Als Mr Crowley mit Angelzubehör beladen aus dem Geschäft kam, wurde mir klar, woher ich das Auto kannte. Es stand die meiste Zeit gerade mal zwanzig Meter von unserem Haus entfernt. Wenn man sich zwingen muss, nicht über Menschen nachzudenken, entgehen einem sogar die einfachsten Tatsachen.
Der Streuner stand auf und überquerte im Laufschritt die Straße, um sich Mr Crowley zu nähern. Jetzt wurde es auf einmal ernst. Ich wollte hören, was sie einander zu sagen hatten. Also ging ich raus, kniete mich vor mein Fahrrad und tat so, als wolle ich die Sicherheitskette lösen. Ich hatte sie nicht einmal irgendwo festgemacht, aber da das Fahrrad vor einigen Rohren stand, hoffte ich darauf, dass weder Crowley noch der Streuner etwas bemerkten. Ich befand mich gut zehn Meter von ihnen entfernt. Wenn ich Glück hatte, achteten sie überhaupt nicht auf mich.
»Angeln?«, fragte der Streuner. Er war etwa fünfunddreißig bis vierzig Jahre alt und von Wind und Wetter gezeichnet. »Dafür ist es doch ein bisschen zu kalt.«
Mr Crowley schaute lächelnd auf. »Eisangeln«, sagte er und hob einen Meißel. »Der See ist schon vor ein oder zwei Wochen zugefroren. Inzwischen müsste man gut auf dem Eis laufen können.«
»Was Sie nicht sagen«, erwiderte der Streuner. »Früher war ich oft eisangeln. Die gute alte Zeit.«
»Dann sind Sie auch Angler?« Mr Crowley wurde lebhaft. »Es gibt hier nicht viele Leute, die das Eisangeln mögen. Earl musste den neuen Bohrer eigens für mich bestellen. So kalt, wie es heute ist, und bei diesem Wind dürften nicht einmal Schlittschuhläufer draußen sein. Wahrscheinlich habe ich den ganzen See für mich allein.«
»Wirklich?«, fragte der Streuner. Ich runzelte die Stirn – sein Tonfall ängstigte mich irgendwie. Wollte er Crowleys Haus ausrauben, während dieser beim Angeln war?
Wollte er Crowley zum See folgen und ihn dort töten?
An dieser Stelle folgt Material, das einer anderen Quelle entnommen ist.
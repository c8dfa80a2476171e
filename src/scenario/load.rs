//! Reading a scenario file: the top level of the TOML walk, from the text to a [`Study`].

use super::inputs::{self, InputQuantity, Law, OUTSIDE_TOLERANCE};
use super::source::{Source, suggestion};
use super::study::{
    Adaptive, DEFAULT_ADAPTIVE_MAX_TRIALS, DEFAULT_TRIALS, MAX_INPUTS, MAX_SCENARIO_BYTES,
    MAX_TRIALS, MIN_TRIALS, Study, adaptive_batch_trials,
};
use super::table::{Entry, Table};
use super::{Correlations, correlation};
use crate::error::InputError;
use crate::model::formula::{Func, constant, reserved};
use crate::model::{ChainKind, InputValues};
use crate::units::{Dimension, parse_quantity};
use std::ops::Range;
use std::path::Path;
use toml::de::{DeTable, DeValue};

const TOP_KEYS: &[&str] = &[
    "title",
    "trials",
    "seed",
    "coverage",
    "digits",
    "laser",
    "model",
    "inputs",
    "measurands",
    "correlation",
    "adaptive",
    "noise",
    "sweep",
    "variants",
    "forecast",
    "procedure",
];

const TOP_EXAMPLE: &str = "title = \"...\", trials = 1_000_000, seed = 7, coverage = 0.95, [model], [inputs.NAME], [measurands.NAME]";

/// Read at most `limit` bytes of `path`: `Ok(None)` when it holds more. The limit applies
/// while reading, so an endless stream (`/dev/zero`, a pipe) costs at most `limit + 1` bytes.
pub(crate) fn read_at_most(path: &Path, limit: u64) -> std::io::Result<Option<Vec<u8>>> {
    use std::io::Read;
    let mut bytes = Vec::new();
    std::fs::File::open(path)?
        .take(limit + 1)
        .read_to_end(&mut bytes)?;
    Ok((bytes.len() as u64 <= limit).then_some(bytes))
}

/// The text of a scenario file, at most [`MAX_SCENARIO_BYTES`] of UTF-8.
pub(crate) fn read_scenario_text(path: &Path) -> Result<String, InputError> {
    let shown = path.display().to_string();
    if std::fs::metadata(path).is_ok_and(|m| m.is_dir()) {
        return Err(
            InputError::file(&shown, "is a directory, not a scenario file")
                .with_example("radforce run data/torsion-vacuum-25w.toml"),
        );
    }
    let bytes = read_at_most(path, MAX_SCENARIO_BYTES)
        .map_err(|e| {
            InputError::file(&shown, format!("cannot read the scenario file: {e}"))
                .with_example("radforce run data/torsion-vacuum-25w.toml")
        })?
        .ok_or_else(|| {
            InputError::file(
                &shown,
                format!(
                    "is larger than any scenario (limit {MAX_SCENARIO_BYTES} bytes, read no further); is it the right file?"
                ),
            )
        })?;
    String::from_utf8(bytes).map_err(|e| {
        let offset = e.utf8_error().valid_up_to();
        InputError::file(
            &shown,
            format!("is not UTF-8 text (invalid byte at offset {offset}); save it as UTF-8"),
        )
    })
}

/// Read and validate a scenario file.
pub fn load_file(path: &Path) -> Result<Study, InputError> {
    let text = read_scenario_text(path)?;
    load_str(&text, &path.display().to_string())
}

/// Read and validate scenario text; `file` names it in messages.
pub fn load_str(text: &str, file: &str) -> Result<Study, InputError> {
    let src = Source { file, text };
    let doc = DeTable::parse(text).map_err(|e| {
        let span = e.span().unwrap_or(0..0);
        let message = e.message().trim_end_matches('\n').to_string();
        src.error(
            &span,
            "",
            format!("TOML syntax: {message}"),
            "key = \"value\"   or   [inputs.name]",
        )
    })?;
    super::table::refuse_control_characters(&src, &doc)?;
    let top = Table {
        src: &src,
        path: String::new(),
        map: doc.get_ref(),
        span: 0..0,
    };
    Loader { src: &src, top }.load()
}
»Haben Sie was vor?«, fragte Mr Crowley. »Es ist einsam, wenn man allein da draußen auf dem See ist, und ich hätte nichts gegen Gesellschaft. Eine Ersatzrute habe ich auch noch.«
Crowley, du Dummkopf.
»Das ist wirklich sehr freundlich«, erwiderte der Streuner. »Ich will mich aber nicht aufdrängen.«
Was dachte Crowley sich nur dabei? Ich wäre am liebsten aufgesprungen, um ihn zu warnen, aber ich bremste mich. Wahrscheinlich jagte ich Gespenster.
Andererseits passte Mr Crowley gut in das Opferprofil – ein älterer weißer Mann von kräftiger Statur.
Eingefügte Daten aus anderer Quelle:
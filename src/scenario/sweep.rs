//! `[sweep]`: one input moved over a range of estimates, each point a full run.

use super::inputs::{self, InputQuantity, Law};
use super::load::Loader;
use super::source::suggestion;
use super::study::{Measurand, Sweep};
use super::table::Entry;
use crate::error::InputError;
use crate::model::ChainKind;
use crate::units::parse_quantity;
use toml::de::DeValue;

impl Loader<'_, '_> {
    pub(super) fn sweep(
        &self,
        e: &Entry<'_, '_>,
        inputs: &[InputQuantity],
        measurands: &[Measurand],
        chain: Option<ChainKind>,
    ) -> Result<Sweep, InputError> {
        let example =
            "[sweep]\ninput = \"beam_radius\"\nfrom = \"0.5 mm\"\nto = \"3 mm\"\nsteps = 11";
        let t = e.table(example)?;
        t.check_keys(
            &["input", "from", "to", "steps", "scale", "measurand"],
            example,
        )?;
        let ie = t.require("input", example)?;
        let name = ie.string(example)?;
        let Some(index) = inputs.iter().position(|q| q.name == name) else {
            return Err(ie.error(
                format!(
                    "no input quantity `{name}`{}",
                    suggestion(name, inputs.iter().map(|q| q.name.as_str()))
                ),
                example,
            ));
        };
        let q = &inputs[index];
        let read = |key: &str| -> Result<f64, InputError> {
            let v = t.require(key, example)?;
            match v.value.get_ref() {
                DeValue::String(text) => {
                    let parsed = parse_quantity(text).map_err(|err| {
                        v.error(format!("cannot read {:?}: {err}", text.as_ref()), example)
                    })?;
                    if let (Some(u), Some(d)) = (&parsed.unit, q.dimension)
                        && u.dimension != d
                    {
                        return Err(v.error(
                            format!("`{name}` is {}, not {}", d.kind(), u.dimension.kind()),
                            example,
                        ));
                    }
                    Ok(parsed.si)
                }
                _ => v.number(example),
            }
        };
        let (from, to) = (read("from")?, read("to")?);
        let steps = t.require("steps", example)?.whole(2, 1000, "steps = 11")? as usize;
        let log = match t.get("scale") {
            None => false,
            Some(s) => match s.string("scale = \"log\"")? {
                "linear" => false,
                "log" => true,
                other => {
                    return Err(s.error(
                        format!("unknown scale {other:?}: \"linear\" or \"log\""),
                        "scale = \"log\"",
                    ));
                }
            },
        };
        if from == to {
            return Err(t.error("`from` and `to` must differ", example));
        }
        if log && !(from > 0.0 && to > 0.0) {
            return Err(t.error(
                "a logarithmic sweep needs positive `from` and `to`",
                example,
            ));
        }
        let values: Vec<f64> = (0..steps)
            .map(|k| {
                let x = k as f64 / (steps - 1) as f64;
                if log {
                    from * (to / from).powf(x)
                } else {
                    from + (to - from) * x
                }
            })
            .collect();
        let measurand = match t.get("measurand") {
            None => 0,
            Some(m) => {
                let n = m.string("measurand = \"power\"")?;
                measurands.iter().position(|x| x.name == n).ok_or_else(|| {
                    m.error(
                        format!(
                            "no measurand `{n}`{}",
                            suggestion(n, measurands.iter().map(|x| x.name.as_str()))
                        ),
                        "measurand = \"power\"",
                    )
                })?
            }
        };
        // Every point must be physically possible.
        if let Some(ci) = chain.and_then(|k| k.spec().inputs.iter().find(|c| c.name == q.name)) {
            for v in &values {
                let moved = match &q.law {
                    Law::Constant(_) => Law::Constant(*v),
                    Law::Distributed(d) => Law::Distributed(
                        d.with_mean(*v)
                            .map_err(|err| t.error(format!("at {name} = {v}: {err}"), example))?,
                    ),
                };
                let point = InputQuantity {
                    law: moved,
                    ..q.clone()
                };
                inputs::check_domain(&t, &point, ci)?;
            }
        }
        Ok(Sweep {
            input: index,
            values,
            measurand,
        })
    }
}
»Keine Sorge«, beruhigte Crowley ihn. »Steigen Sie nur ein. Haben Sie keinen Hut?«
»Leider nicht.«
»Dann halten wir noch mal und kaufen einen«, schlug Crowley vor, »und noch etwas zu essen dazu. Ein Freund, mit dem ich angeln kann, ist mir mehr als fünf Dollar wert.«
Sie stiegen ein und fuhren los. Wieder beherrschte ich mich, ihn zu warnen, aber immerhin wusste ich, wohin sie wollten. Außerdem würden sie noch eine Weile brauchen, um den Proviant und den Hut zu kaufen. Es wäre ein Glücksspiel, aber vielleicht schaffte ich es vor ihnen bis zum See und konnte mich verstecken. Ich wollte sehen, was dort geschah.